I don't know why the organizer is misrepresenting the report, or why he organized the thing in the first place.

So your contention is that the organizer of the report is lying to us about what's in the report, and you're basing it on the fact that Nature's summary of it is written in the journalistic neutral tone? What evidence do you have of misrepresentation? There's a whole bunch of stuff going on here, and none of it is as arbitrary as you're trying to make it appear:

1) Independent scientist finds images in the papers suspicious and commissions an expert to investigate them. Expert says it appears images were reused and manipulated.
2) The author's university starts an investigation. The person coordinating that investigation leaks the results early and says they found manipulation. This is the part you're asserting is a lie. I have no idea why you think so.
3) Investigator from (1) posts his analysis online for people to look at. You're discounting his analysis and the posted images because... it's on the Internet or something like that. Presumably if the images weren't on the Internet, the claims would be untrustworthy because they weren't available for scrutiny.

On the second point, maybe it'll take more to convince me than a personal internet post from someone who claims he found evidence.

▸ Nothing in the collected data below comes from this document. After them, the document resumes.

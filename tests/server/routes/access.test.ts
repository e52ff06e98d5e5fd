import type { Router } from 'express';
import { addComment } from '@/server/commands/add-comment';
import { findSignedIn } from '@/server/auth/signed-in';
import type { Comment } from '@/shared/api/comments';
import type { Job } from '@/server/models/job';
import type { Layout } from '@/server/models/layout';
import type { Membership } from '@/server/models/membership';
import type { Part } from '@/server/models/part';
import type { Platform } from '@/server/models/platform';
import type { Revision } from '@/server/models/revision';
import { listRouters } from '@/server/routes/list-routers';
import { ROLES, type Role } from '@/shared/api/fields';
import { problemSchema } from '@/shared/api/problem';
import { createId } from '@/shared/ids';
import {
  buildJob,
  buildLayout,
  buildMember,
  buildPart,
  buildRevision,
  buildTeam,
  TEST_PASSWORD,
} from '../../support/factories';
import { startTestServer, type TestAgent, type TestServer } from '../../support/test-server';
import { vanRoof, WHIP } from '../../support/van-roof';

/** One of everything that requests are made about. */
interface Scene {
  readonly members: ReadonlyMap<Role, Membership>;
  readonly job: Job;
  readonly platform: Platform;
  readonly layout: Layout;
  readonly part: Part;
  /** On the layout. */
  readonly comment: Pick<Comment, 'id'>;
  readonly saved: Revision;
  /** Submitted by somebody who is none of the members. */
  readonly inReview: Revision;
  readonly frozen: Revision;
  /** In a job, a platform and a layout of which nothing was frozen. */
  readonly draft: { readonly job: Job; readonly platform: Platform; readonly layout: Layout };
}

type Method = 'get' | 'post' | 'patch' | 'put' | 'delete';
type Statuses = readonly [
  administrator: number,
  integrator: number,
  reviewer: number,
  approver: number,
  installer: number,
];
interface Endpoint {
  readonly method: Method;
  readonly route: string;
  readonly about: (scene: Scene) => string;
  readonly body?: (scene: Scene) => object;
  readonly statuses: Statuses;
  /** Lists of the team answer a member of another team with that team's own. */
  readonly isTeamWide?: true;
}

const SPOT = { kind: 'spot', x: 1, y: 0.2 };
const comment = () => ({ id: createId(), target: SPOT, text: 'Does the ladder fit?' });
const name = () => ({ name: 'Another name' });
const whip = () => ({ content: { kind: 'antenna', antenna: WHIP } });
const nowhere = () => '';

const EVERYBODY: Statuses = [200, 200, 200, 200, 200];
const OFFICE: Statuses = [200, 200, 200, 200, 404];
const EDITORS: Statuses = [200, 200, 403, 403, 404];
const MAKERS: Statuses = [201, 201, 403, 403, 404];
const COMMENTERS: Statuses = [201, 201, 201, 201, 404];

const ENDPOINTS: readonly Endpoint[] = [
  { method: 'get', route: '/api/jobs', about: nowhere, statuses: EVERYBODY, isTeamWide: true },
  { method: 'post', route: '/api/jobs', about: nowhere, body: name, statuses: MAKERS, isTeamWide: true },
  { method: 'get', route: '/api/jobs/:id', about: ({ job }) => job.id, statuses: EVERYBODY },
  { method: 'get', route: '/api/jobs/:id', about: ({ draft }) => draft.job.id, statuses: OFFICE },
  { method: 'patch', route: '/api/jobs/:id', about: ({ job }) => job.id, body: name, statuses: EDITORS },
  {
    method: 'post',
    route: '/api/jobs/:id/platforms',
    about: ({ job }) => job.id,
    body: () => ({ name: 'Roof', starter: 'van-roof' }),
    statuses: MAKERS,
  },
  {
    method: 'patch',
    route: '/api/platforms/:id',
    about: ({ platform }) => platform.id,
    body: name,
    statuses: EDITORS,
  },
  {
    method: 'post',
    route: '/api/platforms/:id/layouts',
    about: ({ platform }) => platform.id,
    body: name,
    statuses: MAKERS,
  },
  { method: 'get', route: '/api/parts', about: nowhere, statuses: OFFICE, isTeamWide: true },
  { method: 'post', route: '/api/parts', about: nowhere, body: whip, statuses: MAKERS, isTeamWide: true },
  { method: 'get', route: '/api/parts/:id', about: ({ part }) => part.id, statuses: OFFICE },
  { method: 'put', route: '/api/parts/:id', about: ({ part }) => part.id, body: whip, statuses: EDITORS },
  {
    method: 'patch',
    route: '/api/parts/:id',
    about: ({ part }) => part.id,
    body: () => ({ archived: true }),
    statuses: EDITORS,
  },
  { method: 'post', route: '/api/parts/:id/copy', about: ({ part }) => part.id, statuses: MAKERS },
  { method: 'get', route: '/api/layouts/:id', about: ({ layout }) => layout.id, statuses: OFFICE },
  {
    method: 'patch',
    route: '/api/layouts/:id',
    about: ({ layout }) => layout.id,
    body: name,
    statuses: EDITORS,
  },
  {
    method: 'get',
    route: '/api/layouts/:id/operations',
    about: ({ layout }) => `${layout.id}?after=0`,
    statuses: OFFICE,
  },
  { method: 'get', route: '/api/layouts/:id/comments', about: ({ layout }) => layout.id, statuses: OFFICE },
  {
    method: 'post',
    route: '/api/layouts/:id/comments',
    about: ({ layout }) => layout.id,
    body: comment,
    statuses: COMMENTERS,
  },
  {
    method: 'get',
    route: '/api/layouts/:id/revisions',
    about: ({ layout }) => layout.id,
    statuses: EVERYBODY,
  },
  {
    method: 'get',
    route: '/api/layouts/:id/revisions',
    about: ({ draft }) => draft.layout.id,
    statuses: OFFICE,
  },
  {
    method: 'post',
    route: '/api/layouts/:id/revisions',
    about: ({ layout }) => layout.id,
    body: () => ({ note: 'As agreed' }),
    statuses: MAKERS,
  },
  {
    method: 'post',
    route: '/api/comments/:id/replies',
    about: (scene) => scene.comment.id,
    body: () => ({ id: createId(), text: 'It does.' }),
    statuses: COMMENTERS,
  },
  {
    method: 'patch',
    route: '/api/comments/:id',
    about: (scene) => scene.comment.id,
    body: () => ({ resolved: true }),
    statuses: OFFICE,
  },
  { method: 'get', route: '/api/revisions', about: nowhere, statuses: EVERYBODY, isTeamWide: true },
  { method: 'get', route: '/api/revisions/:id', about: ({ frozen }) => frozen.id, statuses: EVERYBODY },
  { method: 'get', route: '/api/revisions/:id', about: ({ inReview }) => inReview.id, statuses: OFFICE },
  ...(['patch', 'put', 'delete'] as const).map((method): Endpoint => ({
    method,
    route: '/api/revisions/:id',
    about: ({ frozen }) => frozen.id,
    body: name,
    statuses: [405, 405, 405, 405, 405],
  })),
  { method: 'post', route: '/api/revisions/:id/submit', about: ({ saved }) => saved.id, statuses: EDITORS },
  {
    method: 'post',
    route: '/api/revisions/:id/return',
    about: ({ inReview }) => inReview.id,
    body: () => ({ reason: 'The hatch does not open.' }),
    statuses: [403, 403, 403, 200, 404],
  },
  {
    method: 'post',
    route: '/api/revisions/:id/freeze',
    about: ({ inReview }) => inReview.id,
    body: () => ({ reason: 'As agreed.', password: TEST_PASSWORD }),
    statuses: [403, 403, 403, 200, 404],
  },
  {
    method: 'get',
    route: '/api/revisions/:id/comments',
    about: ({ frozen }) => frozen.id,
    statuses: EVERYBODY,
  },
  { method: 'get', route: '/api/revisions/:id/comments', about: ({ saved }) => saved.id, statuses: OFFICE },
  {
    method: 'post',
    route: '/api/revisions/:id/comments',
    about: ({ frozen }) => frozen.id,
    body: comment,
    statuses: [201, 201, 201, 201, 201],
  },
  {
    method: 'post',
    route: '/api/revisions/:id/comments',
    about: ({ saved }) => saved.id,
    body: comment,
    statuses: COMMENTERS,
  },
];

let server: TestServer;
/** For requests that change nothing. */
let still: Scene;
beforeAll(async () => {
  server = await startTestServer();
  still = await buildScene();
});
afterAll(() => server.stop());

async function buildScene(): Promise<Scene> {
  const team = await buildTeam();
  const members = new Map<Role, Membership>();
  for (const role of ROLES) members.set(role, await buildMember([role], { team }));
  const author = await buildMember(['integrator'], { team });
  const { job, platform, layout } = await buildLayout(team);
  const frozen = await buildRevision(server, layout, author, ['submitted', 'frozen']);
  const inReview = await buildRevision(server, layout, author, ['submitted']);
  const saved = await buildRevision(server, layout, author);
  const draft = await buildLayout(team, { job: await buildJob(team, { name: 'Nothing frozen' }) });
  await buildRevision(server, draft.layout, author, ['submitted']);
  const by = await findSignedIn(author.personId, team.id);
  const names = { job: job.name, platform: platform.name, layout: layout.name };
  const place = { layoutId: layout.id, revisionId: null, names, document: vanRoof() };
  const id = createId();
  const target = { kind: 'spot' as const, x: 1, y: 0.2 };
  await addComment(server.services, by!, place, { id, target, text: 'Is this metal?' });
  return {
    members,
    job,
    platform,
    layout,
    part: await buildPart(team),
    comment: { id },
    saved,
    inReview,
    frozen,
    draft,
  };
}

function ask(agent: TestAgent, endpoint: Endpoint, scene: Scene) {
  const [id = '', query] = endpoint.about(scene).split('?');
  const address = endpoint.route.replace(':id', id) + (query === undefined ? '' : `?${query}`);
  const request = agent[endpoint.method](address);
  return endpoint.body ? request.send(endpoint.body(scene)) : request;
}

describe.each(ENDPOINTS.map((endpoint) => [endpoint.method, endpoint.route, endpoint] as const))(
  '%s %s',
  (_method, _route, endpoint) => {
    test(`answers the roles with ${endpoint.statuses.join(', ')}`, async () => {
      const answered: number[] = [];
      for (const role of ROLES) {
        const scene = endpoint.method === 'get' ? still : await buildScene();
        const agent = await server.signIn(scene.members.get(role)!);
        const response = await ask(agent, endpoint, scene);
        answered.push(response.status);
        if (response.status >= 400) expect(problemSchema.parse(response.body).status).toBe(response.status);
      }
      expect(answered).toEqual(endpoint.statuses);
    });

    test('is closed to who is not signed in', async () => {
      const response = await ask(server.visitor(), endpoint, still);
      expect([response.status, response.body.code]).toEqual([401, 'not-signed-in']);
    });

    test('shows nothing of another team', async () => {
      const response = await ask(await server.signIn(await buildMember(ROLES)), endpoint, still);
      if (endpoint.isTeamWide) expect(JSON.stringify(response.body)).not.toMatch(identifiersOf(still));
      else expect([response.status, response.body.code]).toEqual([404, 'not-found']);
    });

    test('knows nothing under an identifier that nobody has', async () => {
      if (endpoint.isTeamWide) return;
      const agent = await server.signIn(await buildMember(ROLES));
      for (const id of [createId(), 'nonsense', '%00', '..%2f..', '1'.repeat(500)]) {
        const response = await ask(agent, { ...endpoint, about: () => id }, still);
        expect([id, response.status]).toEqual([id, 404]);
      }
    });
  },
);

test('the table has every endpoint of these resources', () => {
  const tabled = new Set(ENDPOINTS.map(({ method, route }) => `${method} ${route}`));
  const resources = [
    '/api/jobs',
    '/api/platforms',
    '/api/parts',
    '/api/layouts',
    '/api/comments',
    '/api/revisions',
  ];
  const routed = listRouters(server.services)
    .filter(({ path }) => resources.includes(path))
    .flatMap(({ path, router }) => listRoutes(path, router as Router));
  expect(routed.length).toBeGreaterThan(0);
  expect([...tabled].sort()).toEqual(routed.sort());
});

/** Every identifier of a scene. */
function identifiersOf({ job, part, frozen }: Scene): RegExp {
  return new RegExp([job.id, part.id, frozen.id].join('|'));
}

function listRoutes(path: string, router: Router): string[] {
  return router.stack.flatMap(({ route }) => {
    if (route === undefined) return [];
    const methods = new Set(route.stack.map(({ method }) => method));
    return [...methods].map((method) => `${method} ${route.path === '/' ? path : path + route.path}`);
  });
}
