import { Op } from 'sequelize';
import { CommentRow } from '@/server/models/comment-row';
import type { Layout } from '@/server/models/layout';
import type { Membership } from '@/server/models/membership';
import { OperationRow } from '@/server/models/operation-row';
import { Task } from '@/server/models/task';
import type { Team } from '@/server/models/team';
import { commentListSchema, commentSchema, type Comment } from '@/shared/api/comments';
import { createId } from '@/shared/ids';
import { buildLayout, buildMember, buildRevision, buildTeam } from '../../support/factories';
import { startTestServer, type TestAgent, type TestServer } from '../../support/test-server';
import { vanRoof } from '../../support/van-roof';

const SPOT = { kind: 'spot', x: 1.25, y: -0.3 } as const;
const [A1] = Object.values(vanRoof().antennas);
const ANTENNA = { kind: 'antenna', antennaId: A1!.id, label: A1!.label } as const;

let server: TestServer;
beforeAll(async () => {
  server = await startTestServer();
});
afterEach(async () => {
  server.outbox.length = 0;
  jest.restoreAllMocks();
  await Task.destroy({ where: {} });
});
afterAll(() => server.stop());

interface Workshop {
  readonly team: Team;
  readonly layout: Layout;
  readonly integrator: Membership;
  readonly reviewer: Membership;
  readonly asIntegrator: TestAgent;
  readonly asReviewer: TestAgent;
}

/** A layout that the integrator worked on. */
async function buildWorkshop(): Promise<Workshop> {
  const team = await buildTeam();
  const integrator = await buildMember(['integrator'], { team });
  const reviewer = await buildMember(['reviewer'], { team });
  const { layout } = await buildLayout(team);
  await OperationRow.create({
    layoutId: layout.id,
    sequence: 1,
    id: createId(),
    memberId: integrator.id,
    memberName: 'Ina Integrator',
    version: 1,
    changes: '[]',
    committedAt: new Date(),
  });
  const [asIntegrator, asReviewer] = [await server.signIn(integrator), await server.signIn(reviewer)];
  return { team, layout, integrator, reviewer, asIntegrator, asReviewer };
}

async function comment(agent: TestAgent, address: string, body: object = {}): Promise<Comment> {
  const response = await agent
    .post(address)
    .send({ id: createId(), target: SPOT, text: 'Does the ladder fit?', ...body });
  expect(response.status).toBe(201);
  return commentSchema.parse(response.body);
}

async function reply(agent: TestAgent, id: string, text: string): Promise<Comment> {
  const response = await agent.post(`/api/comments/${id}/replies`).send({ id: createId(), text });
  expect(response.status).toBe(201);
  return commentSchema.parse(response.body);
}

/** To whom mail is to be sent, from the rows of the queue. */
async function listAddressees(): Promise<string[]> {
  const tasks = await Task.findAll({ where: { kind: 'mail' } });
  return tasks.map(({ payload }) => (JSON.parse(payload) as { to: string }).to).sort();
}

function emailsOf(...members: readonly Membership[]): string[] {
  return members.map(({ person }) => person!.email).sort();
}

test('comments on a spot and on an antenna are numbered per layout and listed with their threads', async () => {
  const { layout, asIntegrator, asReviewer } = await buildWorkshop();
  const address = `/api/layouts/${layout.id}/comments`;
  const text = '<script>alert(1)</script>\nand a second line \u{1F4E1}';
  const first = await comment(asReviewer, address, { text: `  ${text} ` });
  const second = await comment(asIntegrator, address, { target: ANTENNA });
  expect(first).toMatchObject({ number: 1, target: SPOT, text, revisionId: null, resolvedAt: null });
  expect(second).toMatchObject({ number: 2, target: ANTENNA, abilities: { reply: true, resolve: true } });
  await reply(asIntegrator, first.id, 'It does.');
  await reply(asReviewer, first.id, 'Then move it forward.');
  const { items } = commentListSchema.parse((await asIntegrator.get(address)).body);
  expect(items.map(({ number }) => number)).toEqual([1, 2]);
  expect(items[0]?.replies.map((one) => one.text)).toEqual(['It does.', 'Then move it forward.']);
});

test('comments made at once get numbers without a gap', async () => {
  const { layout, asIntegrator, asReviewer } = await buildWorkshop();
  const address = `/api/layouts/${layout.id}/comments`;
  const agents = Array.from({ length: 10 }, (_, index) => (index % 2 === 0 ? asIntegrator : asReviewer));
  const made = await Promise.all(agents.map((agent) => comment(agent, address)));
  expect(made.map(({ number }) => number).sort((a, b) => a - b)).toEqual([1, 2, 3, 4, 5, 6, 7, 8, 9, 10]);
});

test('a comment is resolved, with who and when, and opened again', async () => {
  const { layout, asIntegrator, asReviewer } = await buildWorkshop();
  const { id } = await comment(asReviewer, `/api/layouts/${layout.id}/comments`);
  const address = `/api/comments/${id}`;
  const resolved = commentSchema.parse((await asIntegrator.patch(address).send({ resolved: true })).body);
  expect(resolved.resolvedBy).toMatch(/^Person /);
  expect(resolved.resolvedAt).not.toBeNull();
  const again = commentSchema.parse((await asReviewer.patch(address).send({ resolved: true })).body);
  expect([again.resolvedBy, again.resolvedAt]).toEqual([resolved.resolvedBy, resolved.resolvedAt]);
  const opened = commentSchema.parse((await asReviewer.patch(address).send({ resolved: false })).body);
  expect([opened.resolvedBy, opened.resolvedAt]).toEqual([null, null]);
});

test('a second arrival of a comment or an answer changes nothing and writes no second mail', async () => {
  const { layout, integrator, asIntegrator, asReviewer } = await buildWorkshop();
  const address = `/api/layouts/${layout.id}/comments`;
  const body = { id: createId(), target: SPOT, text: 'Once.' };
  const answers = await Promise.all([1, 2, 3].map(() => asReviewer.post(address).send(body)));
  expect(answers.map(({ status }) => status)).toEqual([201, 201, 201]);
  expect(answers.map((response) => response.body.number)).toEqual([1, 1, 1]);
  const answer = { id: createId(), text: 'Once as well.' };
  for (let count = 0; count < 2; count += 1) {
    const response = await asReviewer.post(`/api/comments/${body.id}/replies`).send(answer);
    expect(commentSchema.parse(response.body).replies).toHaveLength(1);
  }
  expect(await CommentRow.count({ where: { layoutId: layout.id } })).toBe(1);
  expect(await listAddressees()).toEqual([...emailsOf(integrator), ...emailsOf(integrator)]);
  const taken = await asIntegrator.post(address).send({ ...body, id: createId() });
  const misused = await asIntegrator.post(`/api/comments/${taken.body.id}/replies`).send(answer);
  expect([misused.status, misused.body.problems[0].path]).toEqual([409, 'id']);
});

test.each([
  ['no text', { text: '  ' }, 'text'],
  ['a long text', { text: 't'.repeat(1001) }, 'text'],
  ['a bell in the text', { text: '\u0007' }, 'text'],
  ['no identifier', { id: 'x' }, 'id'],
  ['a target of an unknown kind', { target: { kind: 'cloud' } }, 'target.kind'],
  ['a spot beside the world', { target: { kind: 'spot', x: 1e6, y: 0 } }, 'target.x'],
  ['a spot in words', { target: { kind: 'spot', x: 'left', y: 0 } }, 'target.x'],
  ['an antenna that does not exist', { target: { ...ANTENNA, antennaId: createId() } }, 'target.antennaId'],
  [
    'an antenna called like a method',
    { target: { ...ANTENNA, antennaId: 'constructor' } },
    'target.antennaId',
  ],
  ['a field that nobody knows', { number: 7 }, 'number'],
])('%s is refused with its path, on a layout as on a revision', async (_case, body, path) => {
  const { layout, integrator, asReviewer } = await buildWorkshop();
  const revision = await buildRevision(server, layout, integrator);
  for (const address of [`/api/layouts/${layout.id}/comments`, `/api/revisions/${revision.id}/comments`]) {
    const response = await asReviewer
      .post(address)
      .send({ id: createId(), target: SPOT, text: 'Does it fit?', ...body });
    expect([response.status, response.body.code]).toEqual([400, 'invalid']);
    expect(response.body.problems.map((problem: { path: string }) => problem.path)).toContain(path);
  }
  expect(await CommentRow.count({ where: { layoutId: layout.id } })).toBe(0);
  expect(await Task.count()).toBe(0);
});

test('an answer without text and a resolution without an answer are refused with their paths', async () => {
  const { layout, asReviewer } = await buildWorkshop();
  const { id } = await comment(asReviewer, `/api/layouts/${layout.id}/comments`);
  const answer = await asReviewer.post(`/api/comments/${id}/replies`).send({ id: createId(), text: '' });
  expect([answer.status, answer.body.problems[0].path]).toEqual([400, 'text']);
  const resolution = await asReviewer.patch(`/api/comments/${id}`).send({ resolved: 1 });
  expect([resolution.status, resolution.body.problems[0].path]).toEqual([400, 'resolved']);
});

test('those concerned get a message: who works on the layout and who speaks in the thread, never oneself', async () => {
  const { team, layout, integrator, reviewer, asIntegrator, asReviewer } = await buildWorkshop();
  const approver = await buildMember(['approver'], { team });
  const left = await buildMember(['reviewer'], { team });
  const asApprover = await server.signIn(approver);
  const asLeft = await server.signIn(left);
  const { id } = await comment(asReviewer, `/api/layouts/${layout.id}/comments`, { target: ANTENNA });
  expect(await listAddressees()).toEqual(emailsOf(integrator));
  await Task.destroy({ where: {} });
  await reply(asLeft, id, 'Ask the workshop.');
  await left.update({ deactivatedAt: new Date() });
  await Task.destroy({ where: {} });
  await reply(asApprover, id, 'I will.');
  expect(await listAddressees()).toEqual(emailsOf(integrator, reviewer));
  await Task.destroy({ where: {} });
  await reply(asIntegrator, id, 'Done.');
  expect(await listAddressees()).toEqual(emailsOf(reviewer, approver));
  await server.performTasks();
  const [mail] = server.outbox;
  expect(mail?.subject).toBe('Comment 1 on Patrol van, Layout 1');
  expect(mail?.text).toContain('answered comment 1 on A1, Patrol van, Roof, Layout 1:\n\nDone.');
  expect(mail?.text).toContain(`${server.url}/layouts/${layout.id}`);
});

test('a message is kept together with its comment, or neither', async () => {
  const { layout, asReviewer } = await buildWorkshop();
  jest.spyOn(Task, 'create').mockRejectedValueOnce(new Error('the queue is full'));
  const response = await asReviewer
    .post(`/api/layouts/${layout.id}/comments`)
    .send({ id: createId(), target: SPOT, text: 'Lost?' });
  expect(response.status).toBe(500);
  expect(await CommentRow.count({ where: { layoutId: layout.id } })).toBe(0);
  expect(await Task.count()).toBe(0);
  const next = await comment(asReviewer, `/api/layouts/${layout.id}/comments`);
  expect(next.number).toBe(1);
});

test('a message that cannot be sent waits and is sent once when it can', async () => {
  const { layout, integrator, asReviewer } = await buildWorkshop();
  const send = jest.spyOn(server.services.mailer, 'send').mockRejectedValue(new Error('no server there'));
  await comment(asReviewer, `/api/layouts/${layout.id}/comments`);
  await server.performTasks();
  const [task] = await Task.findAll();
  expect(task).toMatchObject({ state: 'waiting', attempts: 1, problem: 'no server there' });
  send.mockRestore();
  await task!.update({ runAt: new Date(0) });
  await server.performTasks();
  await server.performTasks();
  expect(server.outbox.map(({ to }) => to)).toEqual(emailsOf(integrator));
  expect(await Task.count({ where: { state: { [Op.ne]: 'done' } } })).toBe(0);
});

test('comments on a revision stay with it, in the numbers of its layout', async () => {
  const { team, layout, integrator, asReviewer } = await buildWorkshop();
  const revision = await buildRevision(server, layout, integrator, ['submitted', 'frozen']);
  const installer = await buildMember(['installer'], { team });
  const asInstaller = await server.signIn(installer);
  const onLayout = await comment(asReviewer, `/api/layouts/${layout.id}/comments`);
  await Task.destroy({ where: {} });
  const made = await comment(asInstaller, `/api/revisions/${revision.id}/comments`, { target: ANTENNA });
  expect(made).toMatchObject({ number: 2, revisionId: revision.id, layoutId: layout.id });
  expect(await listAddressees()).toEqual(emailsOf(integrator));
  const list = commentListSchema.parse(
    (await asInstaller.get(`/api/revisions/${revision.id}/comments`)).body,
  );
  expect(list.items.map(({ id }) => id)).toEqual([made.id]);
  await Task.destroy({ where: {} });
  await reply(asReviewer, made.id, 'Use the other hole.');
  expect(await listAddressees()).toEqual(emailsOf(integrator, installer));
  await server.performTasks();
  expect(server.outbox[0]?.text).toContain(`${server.url}/r/${revision.id}`);
  // What an installer may not see of the layout is not theirs to answer either.
  const hidden = await asInstaller
    .post(`/api/comments/${onLayout.id}/replies`)
    .send({ id: createId(), text: 'Hello?' });
  expect(hidden.status).toBe(404);
});

test('watchers hear of a comment, an answer and a resolution, once each', async () => {
  const { layout, asReviewer } = await buildWorkshop();
  const heard: string[] = [];
  const stop = server.services.live.onEvent((event) => {
    if (event.kind === 'comment' && event.layoutId === layout.id) heard.push(event.kind);
  });
  const address = `/api/layouts/${layout.id}/comments`;
  const body = { id: createId() };
  await comment(asReviewer, address, body);
  await comment(asReviewer, address, body);
  await reply(asReviewer, body.id, 'Yes.');
  await asReviewer.patch(`/api/comments/${body.id}`).send({ resolved: true });
  stop();
  expect(heard).toEqual(['comment', 'comment', 'comment']);
});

This isn't some random guy with no credentials claiming something on his own authority. This is somebody with real expertise posting his claim and the evidence that supports his claim. This isn't, "Trust me, they're manipulated." It's, "Look at this here!"

Notice Nature is being careful to not say they think the images have or not been manipulated.

That's not surprising. It's exactly what every publication writes about preliminary results of investigations of people doing bad things. The serial killer is always the "alleged" serial killer. That doesn't mean there's no evidence. It just means the findings are preliminary or that nothing has been proven in a court of law. You can still actually look at the evidence and make a decision rather than simply asserting that the evidence doesn't exist.

Question: If I asked you before this came out, "What's the probability that this journal article is fraudulent?" and you had to decide on a probability based on nothing, would your estimate have been the same as if I asked you today? Mine certainly would have changed, and that conclusion would be based on evidence.